木葡聚糖内转糖基酶(XET)催化木葡聚糖的转糖基化反应,木葡聚糖是主要的半纤维素聚合物,一直被认为介导细胞壁中纤维素微纤丝的交联,并被认为参与细胞壁松弛的调控。为了了解荔枝果实裂果与基因表达模式之间的关系,从荔枝果实中鉴定出三个XET基因,然后使用抗裂品种‘淮枝’和易裂品种‘糯米糍’,检测它们在不同发育阶段果皮和果肉组织中的表达谱。采用RT-PCR和RACE-PCR(cDNA末端快速扩增)方法,从膨大果实中分离出三个分别编码XET的全长cDNA,长度分别为1267、1095和1156 bp,分别命名为LcXET1、LcXET2和LcXET3。Northern杂交分析表明,在‘糯米糍’中,LcXET1 mRNA在花后59天的果肉组织中积累比在花后73天的果皮组织中早得多。然而,在‘淮枝’中,它在果皮和果肉组织中几乎同时出现(花后66天),这表明‘糯米糍’和‘淮枝’中LcXET1在果皮和果肉组织中的差异积累与果实裂果密切相关。

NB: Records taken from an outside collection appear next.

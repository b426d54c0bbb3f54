"""``workbench calc``: the headless contract (flag names, JSON keys, exit codes)."""

from __future__ import annotations

import json
import subprocess
import sys

import pytest

from workbench.cli import main

EXAMPLE = ["calc", "--kind", "deep-groove", "--fr", "5.2 kN", "--fa", "1.1 kN", "--c", "33 kN",
           "--c0", "19 kN", "--speed", "1450 rpm", "--reliability", "0.95", "--af", "1.2"]


def run(args: list[str], capsys: pytest.CaptureFixture[str]) -> tuple[int, str, str]:
    code = main(args)
    out, err = capsys.readouterr()
    return code, out, err


def test_example_json_has_the_contract_results(capsys: pytest.CaptureFixture[str]) -> None:
    """The README example: results carry P, e, X, Y, L10, L10h, Lnm, P0, s0."""
    code, out, _ = run(EXAMPLE + ["--json"], capsys)
    assert code == 0
    data = json.loads(out)
    for key in ("P", "e", "X", "Y", "L10", "L10h", "Lnm", "P0", "s0"):
        assert key in data["results"]
    # Fa/Fr = 0.2115 ≤ e (ISO 281 Table 3 at Fa/C0 = 0.0579), so P = Fr = 5200 N and
    # L10 = (33000/(1.2·5200))^3 (ISO 281:2007 §5.3, closed form).
    assert data["results"]["P"] == pytest.approx(5200.0)
    assert data["results"]["L10"] == pytest.approx((33000 / (1.2 * 5200)) ** 3)
    assert data["steps"] and all("source" in s for s in data["steps"])


def test_units_are_converted_like_pint(capsys: pytest.CaptureFixture[str]) -> None:
    """1169 lbf is 5200.0 N to within pint's conversion (reference library)."""
    import pint

    newtons = pint.UnitRegistry().Quantity(1169.0, "lbf").to("N").magnitude
    args = EXAMPLE.copy()
    args[args.index("5.2 kN")] = "1169 lbf"
    code, out, _ = run(args + ["--json"], capsys)
    assert code == 0
    assert json.loads(out)["results"]["P"] == pytest.approx(newtons, rel=1e-9)


def test_text_output_shows_the_derivation(capsys: pytest.CaptureFixture[str]) -> None:
    code, out, _ = run(EXAMPLE, capsys)
    assert code == 0
    assert "Equivalent dynamic load" in out and "ISO 281:2007" in out


@pytest.mark.parametrize(
    ("flag", "value"),
    [("--fr", "5 kg"), ("--fr", "kN"), ("--fa", "9**9**9 kN"), ("--speed", "fast"),
     ("--c", "nan kN"), ("--fr", "-3 kN"), ("--reliability", "95"), ("--kind", "ball"),
     ("--fr", "x" * 10000)],
)
def test_bad_values_exit_2_naming_the_flag(flag: str, value: str,
                                           capsys: pytest.CaptureFixture[str]) -> None:
    """A wrong dimension, a unit without a number, an expression, a word: exit 2, one line."""
    args = EXAMPLE.copy()
    if flag in args:
        args[args.index(flag) + 1] = value
    else:
        args += [flag, value]
    code, out, err = run(args, capsys)
    assert code == 2
    assert flag in err
    assert len(err.strip().splitlines()) == 1


def test_solve_json_reports_solved(capsys: pytest.CaptureFixture[str]) -> None:
    """--solve c --target "Lnm=20000 h": the solved object and the target met."""
    code, out, _ = run(EXAMPLE + ["--solve", "c", "--target", "Lnm=20000 h", "--json"], capsys)
    assert code == 0
    data = json.loads(out)
    assert set(data["solved"]) >= {"name", "value", "unit", "residual", "evaluations"}
    assert data["solved"]["name"] == "c"
    assert data["results"]["Lnm"] == pytest.approx(20000.0, rel=1e-9)


def test_solve_allowed_axial_load(capsys: pytest.CaptureFixture[str]) -> None:
    code, out, _ = run(EXAMPLE + ["--solve", "fa", "--target", "L10h=1500 h", "--json"], capsys)
    assert code == 0
    assert json.loads(out)["results"]["L10h"] == pytest.approx(1500.0, rel=1e-9)


@pytest.mark.parametrize(
    "extra",
    [["--solve", "c", "--target", "L10h=20000 h", "--speed", "0 rpm"],
     ["--solve", "fa", "--target", "s0=100"],
     ["--solve", "reliability", "--target", "Lnm=1e9 h"]],
)
def test_no_root_exits_nonzero_with_message(extra: list[str],
                                           capsys: pytest.CaptureFixture[str]) -> None:
    args = EXAMPLE.copy()
    if "--speed" in extra:
        args[args.index("--speed") + 1] = "0 rpm"
        extra = extra[:4]
    code, _, err = run(args + extra, capsys)
    assert code == 3
    assert err.strip()


# Issue 15, finding 3: invented inputs with the four speed roots the issue reports for an Lnm
# target (21.4, 925.9, 941.8, 1021.6 r/min; see tests/engine/test_solve.py::SPEED_CASE).
SEVERAL = ["calc", "--kind", "deep-groove", "--fr", "5 kN", "--c", "30 kN", "--c0", "18 kN",
           "--speed", "1000 rpm", "--nu", "21.908", "--dm", "50 mm", "--cleanliness", "0.5",
           "--cu", "1515.54 N", "--solve", "speed", "--target", "Lnm=16854 h"]


def test_several_roots_exit_3_listing_them(capsys: pytest.CaptureFixture[str]) -> None:
    """More than one speed meets the target: exit 3, one line listing every root (the issue's
    independent values), not grid ends."""
    code, out, err = run(SEVERAL, capsys)
    assert code == 3 and out == ""
    assert len(err.strip().splitlines()) == 1
    listed = err.split(" h: ")[1].split(" r/min")[0]
    roots = [float(text) for text in listed.split(", ")]
    assert roots == pytest.approx([21.4, 925.9, 941.8, 1021.6], rel=2e-4)
    assert "--between" in err


def test_several_roots_json_lists_them(capsys: pytest.CaptureFixture[str]) -> None:
    """--json: ``solved.roots`` holds every root, smallest first, ``value`` the smallest, the
    derivation is at it, and ``error`` says why the exit code is 3."""
    code, out, _ = run(SEVERAL + ["--json"], capsys)
    assert code == 3
    data = json.loads(out)
    roots = data["solved"]["roots"]
    assert roots == pytest.approx([21.4, 925.9, 941.8, 1021.6], rel=2e-4)
    assert roots == sorted(roots) and data["solved"]["value"] == roots[0]
    assert data["results"]["Lnm"] == pytest.approx(16854.0, rel=1e-9)
    assert "4 values" in data["error"]


def test_between_takes_units_and_narrows_to_one_root(capsys: pytest.CaptureFixture[str]) -> None:
    """--between LOW HIGH reads like --speed (here r/s): 15 to 15.6 r/s is 900 to 936 r/min."""
    code, out, _ = run(SEVERAL + ["--between", "15 r/s", "15.6 r/s", "--json"], capsys)
    assert code == 0
    solved = json.loads(out)["solved"]
    assert solved["roots"] == [solved["value"]]
    assert solved["value"] == pytest.approx(925.9, rel=2e-4)
    assert solved["searched"] == pytest.approx([900.0, 936.0])


@pytest.mark.parametrize("extra", [["--between", "9 kN", "2000 rpm"],
                                   ["--between", "2000 rpm", "900 rpm"],
                                   ["--between", "fast", "2000 rpm"]])
def test_bad_search_range_exits_2(extra: list[str], capsys: pytest.CaptureFixture[str]) -> None:
    code, _, err = run(SEVERAL + extra, capsys)
    assert code == 2
    assert "--between" in err and len(err.strip().splitlines()) == 1


def test_between_needs_a_question(capsys: pytest.CaptureFixture[str]) -> None:
    code, _, err = run(EXAMPLE + ["--between", "1 kN", "2 kN"], capsys)
    assert code == 2 and "--between" in err


def test_thrust_root_next_to_refused_loads(capsys: pytest.CaptureFixture[str]) -> None:
    """Issue 15, finding 2 (an independent implementation): Fr = 130.5 kN gives L10h = 40 h."""
    code, out, _ = run(["calc", "--kind", "thrust-ball", "--contact-angle", "60", "--fa",
                        "362.7 kN", "--fr", "100 kN", "--c", "300 kN", "--c0", "257.5 kN",
                        "--speed", "100 rpm", "--solve", "fr", "--target", "L10h=40 h", "--json"],
                       capsys)
    assert code == 0
    assert json.loads(out)["solved"]["value"] == pytest.approx(130.5e3, rel=5e-4)


def test_module_entry_point_runs() -> None:
    """``python -m workbench calc`` is the same command."""
    out = subprocess.run([sys.executable, "-m", "workbench", *EXAMPLE, "--json"],
                         capture_output=True, text=True, timeout=60)
    assert out.returncode == 0
    assert "results" in json.loads(out.stdout)
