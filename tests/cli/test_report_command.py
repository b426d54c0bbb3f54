"""``workbench report`` through the command tree, and the top-level help."""

from __future__ import annotations

import hashlib
import json
from pathlib import Path

import pytest

from workbench.cli import SUBCOMMANDS, main
from workbench.model.caution import SAFETY_CAUTION

DEMO = Path(__file__).resolve().parents[2] / "sessions" / "demo.toml"


def test_report_json_on_stdout_carries_the_caution(capsys: pytest.CaptureFixture[str]) -> None:
    assert main(["report", str(DEMO), "--format", "json"]) == 0
    data = json.loads(capsys.readouterr().out)
    assert data["caution"] == SAFETY_CAUTION
    assert data["cases"] and data["session"]["source"] == str(DEMO)


def test_report_writes_the_output_file(tmp_path: Path) -> None:
    out = tmp_path / "review.md"
    assert main(["report", str(DEMO), "--format", "markdown", "-o", str(out)]) == 0
    assert out.read_text(encoding="utf-8").startswith("# Design review: ")


def test_an_unknown_format_is_refused_by_the_parser(capsys: pytest.CaptureFixture[str]) -> None:
    with pytest.raises(SystemExit) as caught:
        main(["report", str(DEMO), "--format", "pdf"])
    assert caught.value.code == 2
    assert "workbench report" in capsys.readouterr().err


def test_top_level_help_names_every_sub_command(capsys: pytest.CaptureFixture[str]) -> None:
    with pytest.raises(SystemExit) as caught:
        main(["--help"])
    assert caught.value.code == 0
    shown = capsys.readouterr().out
    assert all(name in shown for name in SUBCOMMANDS)


def test_report_writes_an_html_page(tmp_path: Path) -> None:
    session = tmp_path / "one.toml"
    session.write_text('schema = 1\n[session]\ntitle = "One case"\n'
                       '[[bearings]]\nname = "B"\nkind = "deep-groove"\nc = "30 kN"\nc0 = "18 kN"\n'
                       '[[cases]]\nname = "run"\nbearing = "B"\nfr = "3 kN"\nspeed = "900 rpm"\n',
                       encoding="utf-8")
    out = tmp_path / "one.html"
    assert main(["report", str(session), "--format", "html", "-o", str(out)]) == 0
    page = out.read_text(encoding="utf-8")
    assert page.startswith("<!DOCTYPE html>") and page.count("<svg") == 1  # the life figure
    assert hashlib.sha256(session.read_bytes()).hexdigest() in page  # FIPS 180-4, by hashlib


def test_report_to_a_folder_is_one_line_and_exit_2(tmp_path: Path,
                                                   capsys: pytest.CaptureFixture[str]) -> None:
    assert main(["report", str(DEMO), "--format", "json", "-o", str(tmp_path)]) == 2
    error = capsys.readouterr().err
    assert error.count("\n") == 1 and "folder" in error
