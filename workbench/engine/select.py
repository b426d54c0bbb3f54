"""Catalog selection: every catalog bearing against every load case at once.

For a set of load cases and targets, :func:`select` finds the catalog bearings that qualify —
modified rating life Lnm at the cases' reliability at least the target in hours (ISO 281:2007
§9.1), static safety s0 = C0/P0 at least the minimum (ISO 76:2006), and the filters on kind,
bore, outer diameter, width and speed limit — and ranks them smallest first (outer diameter, then
width, then mass).  The sweep is one numpy evaluation per group of like bearings (same kind,
arrangement, contact angle, f0 given or not) over an array of shape (bearings in the group, cases),
calling the same engine functions :func:`workbench.engine.derive.derive` calls; there is no second
copy of the physics.  :func:`select_by_loop` gives the same answer by calling ``derive()`` for every
bearing and case, and is the reference the tests and :func:`benchmark_select` compare against.

A case at speed 0 has no life in hours: it is checked for static safety only.  A bearing whose
combination with some case the engine refuses (an ``InputError`` from ``derive``) is rejected with
the reason ``cannot be rated (<field>)``.

A bearing must also suit its position (:func:`load_direction_refusal`, the one rule both sweeps
and so ``workbench select`` and the selection screen apply): a cylindrical roller bearing under an
axial load qualifies only when the person says its design has flanges for it
(``Filters.flanged_cylindrical``), and a thrust bearing only where it can take the radial load.
"""

from __future__ import annotations

import math
import statistics
import time
from collections import Counter
from dataclasses import dataclass, field, replace
from typing import Sequence, TypeVar

import numpy as np

from .derive import (
    CaseInputs, derive, lubrication_gaps, operating_viscosity, rating_basis_mrev,
    reliability_life_factor, static_safety_minimum, validate,
)
from .kinds import (
    ARRANGEMENTS, DEFAULT_CONTACT_ANGLE, KIND_WORDS, ROLLER_KINDS, THRUST_KINDS, Arrangement, Kind,
    aiso_load_divisor, dynamic_factors, dynamic_load, equivalent_static_load, is_bearing_set,
    life_exponent, parse_arrangement, rotation_factor, set_dynamic_rating, set_static_rating,
    static_factors,
)
from .life import (
    aiso, basic_rating_life, contamination_factor, fatigue_load_limit_estimate, kappa_in_range,
    life_hours, reference_viscosity,
)
from .record import Derivation, InputError, fmt

REASON_KIND = "kind"
REASON_BORE = "bore"
REASON_OUTER = "outer diameter"
REASON_WIDTH = "width"
REASON_SPEED = "speed limit"
REASON_NO_AXIAL = "cannot carry Fa"
REASON_NO_RADIAL = "cannot carry Fr"
REASON_STATIC = "static safety"
REASON_LIFE = "life"


def unrated_reason(field_name: str) -> str:
    """The rejection reason for a bearing the engine refuses to rate for some case."""
    return f"cannot be rated ({field_name})"


@dataclass
class BearingArrays:
    """Catalog columns as numpy arrays in engine units (N, mm, r/min, kg); NaN means not given.

    ``kind`` and ``arrangement`` are arrays of text; ``f0``, ``cu_n``, ``contact_angle_deg``,
    ``speed_limit_rpm`` and ``mass_kg`` are optional per bearing (NaN where absent).
    """

    kind: np.ndarray
    arrangement: np.ndarray
    d_mm: np.ndarray
    D_mm: np.ndarray
    B_mm: np.ndarray
    c_n: np.ndarray
    c0_n: np.ndarray
    f0: np.ndarray
    cu_n: np.ndarray
    contact_angle_deg: np.ndarray
    speed_limit_rpm: np.ndarray
    mass_kg: np.ndarray

    def __len__(self) -> int:
        return int(self.d_mm.shape[0])

    @property
    def dm_mm(self) -> np.ndarray:
        """Mean diameter (d + D)/2, the dpw the engine's aISO and Cu estimate take (ISO 281:2007 §9.3)."""
        mean: np.ndarray = 0.5 * (self.d_mm + self.D_mm)
        return mean

    def take(self, rows: np.ndarray) -> BearingArrays:
        """The bearings at ``rows``, as a smaller table."""
        return BearingArrays(**{name: getattr(self, name)[rows] for name in _COLUMNS})


_COLUMNS = ("kind", "arrangement", "d_mm", "D_mm", "B_mm", "c_n", "c0_n", "f0", "cu_n",
            "contact_angle_deg", "speed_limit_rpm", "mass_kg")


BearingsT = TypeVar("BearingsT", bound=BearingArrays)


def mounted_as(bearings: BearingsT, arrangement: str) -> tuple[BearingsT, np.ndarray]:
    """The catalog rated as the position's ``arrangement`` asks, and which rows were mounted so.

    Where ``arrangement`` is a set of bearings mounted as a unit (tandem, back-to-back,
    face-to-face) and a row's kind comes so, a single-row catalog bearing is rated as a pair of
    it: C = 2^0.7·C (ball) or 2^(7/9)·C (roller, ISO 281:2007 §5.1/§7.1), C0 = 2·C0 (ISO 76:2006
    §5.1/§7.1), and a given Cu = 2·Cu (a load limit that adds up as C0 does; our decision).  A
    row that is a pair already keeps its ratings and takes the arrangement.  Any other row, and
    every row for a single or double-row position, is rated as the catalog lists it.
    """
    n = len(bearings)
    mounted = np.zeros(n, dtype=bool)
    try:
        wanted = Arrangement(arrangement)
    except ValueError:
        return bearings, mounted
    if not is_bearing_set(wanted):
        return bearings, mounted
    c, c0, cu = bearings.c_n.copy(), bearings.c0_n.copy(), bearings.cu_n.copy()
    single = bearings.arrangement == Arrangement.SINGLE.value
    paired = np.isin(bearings.arrangement, [a.value for a in Arrangement if is_bearing_set(a)])
    for kind in Kind:
        if wanted not in ARRANGEMENTS[kind]:
            continue
        of_kind = bearings.kind == kind.value
        doubled = of_kind & single
        c[doubled] = set_dynamic_rating(kind, bearings.c_n[doubled])
        c0[doubled] = set_static_rating(bearings.c0_n[doubled])
        cu[doubled] = set_static_rating(bearings.cu_n[doubled])
        mounted |= doubled | (of_kind & paired)
    arrangements = np.where(mounted, wanted.value, bearings.arrangement)
    return replace(bearings, arrangement=arrangements, c_n=c, c0_n=c0, cu_n=cu), mounted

在整个果实发育过程中,LcXET2 mRNA在果皮和果肉组织中均能检测到,但在果皮和果肉组织中呈现出差异积累模式。在‘糯米糍’的果肉中,在‘糯米糍’快速膨大果实的花后59 - 73天可检测到强信号带,但在果皮组织中只能发现弱信号带。相反,在‘淮枝’果实的果皮和果肉组织中均能检测到中等信号带。此外,LcXET3在发育中的‘糯米糍’和‘淮枝’荔枝果实的果皮和果肉组织中均呈现组成型表达。此外,在荔枝的不同组织中观察到三个XET基因的差异表达模式,只有LcXET1是果实特异性的。为了进一步探讨LcXET在果实裂果中的作用,使用α-萘乙酸(NAA)处理‘糯米糍’以减少果实裂果。在NAA处理的果实中,LcXET1 mRNA在果皮中的积累增强,而LcXET2和LcXET3 mRNA在果肉组织中的积累增强。因此,与LcXET2和LcXET3相比,LcXET1更有可能在减少荔枝果实裂果中发挥作用。